Give an example to show that it is not necessarily true that the product of two eventually increasing sequences is eventually increasing.

Homework Equations

a sequence is eventually increasing if for N$\in$ natural numbers, a$_{n+1}$ $\geq$a$_{n}$ for all n>N.

The Attempt at a Solution

So, I know this is merely proof by counterexample. I find one example to show that the product of two eventually increasing sequences is not necessarily eventually increasing. The only catch is that I have no idea where to start. There are infinitely many eventually increasing sequences I could multiply together.

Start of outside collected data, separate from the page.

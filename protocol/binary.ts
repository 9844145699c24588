/**
 * Binary fields in a schema, with a refusal that says how many bytes were wanted.
 */
import { z } from 'zod';

/** Bytes of any length, or of exactly `length`. */
export const binary = (length?: number) =>
  z.custom<Uint8Array>((value) => value instanceof Uint8Array && (length === undefined || value.length === length), {
    message: length === undefined ? 'expected bytes' : `expected ${length} bytes`,
  });
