/** What went wrong, as a closed set that programs may switch on. */
export type ProtocolErrorCode =
  | 'size'
  | 'envelope'
  | 'key'
  | 'signature'
  | 'digest'
  | 'encode'
  | 'scan'
  | 'decode'
  | 'schema'
  | 'format'
  | 'site-file'
  | 'fleet-file'
  | 'payload'
  | 'plan'
  | 'question'
  | 'topic'
  | 'tensor'
  | 'segment';

/**
 * Every refusal of `protocol`: the message says what, where, expected and got; `code` is for programs.
 *
 * details  small plain values that belong to the refusal (field, offset, limit)
 */
export class ProtocolError extends Error {
  readonly code: ProtocolErrorCode;
  readonly details: Readonly<Record<string, unknown>>;

  constructor(
    code: ProtocolErrorCode,
    message: string,
    options: { details?: Record<string, unknown>; cause?: unknown } = {},
  ) {
    super(message, options.cause === undefined ? undefined : { cause: options.cause });
    this.name = 'ProtocolError';
    this.code = code;
    this.details = Object.freeze({ ...options.details });
  }
}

I know the end goal is to show that a$_{n+1}$ - a$_{n}$ is decreasing or eventually decreasing for all n.
So, ideally, I'd end up with something like -x$^{2}$ after a$_{n+1}$ - a$_{n}$. I don't want a specific example which will solve this problem. Some guidance as to where to begin would be greatly appreciated, though!
Thanks!

 

[Dick]

Try picking an eventually increasing sequence whose values are negative.

 

[Easy_as_Pi]

Sorry that I took an eternity to reply. I was at a study session for linear algebra. Thanks so much, Dick. I think you've helped on every question I've posted here. I really appreciate it. I tripped myself up by only thinking about positive sequences. I took increasing and mistakenly correlated it with positive, too. Immediately after your hint, I thought about -1/n, and then found my solution. This series and sequences course has managed to confuse me more than any previous math class.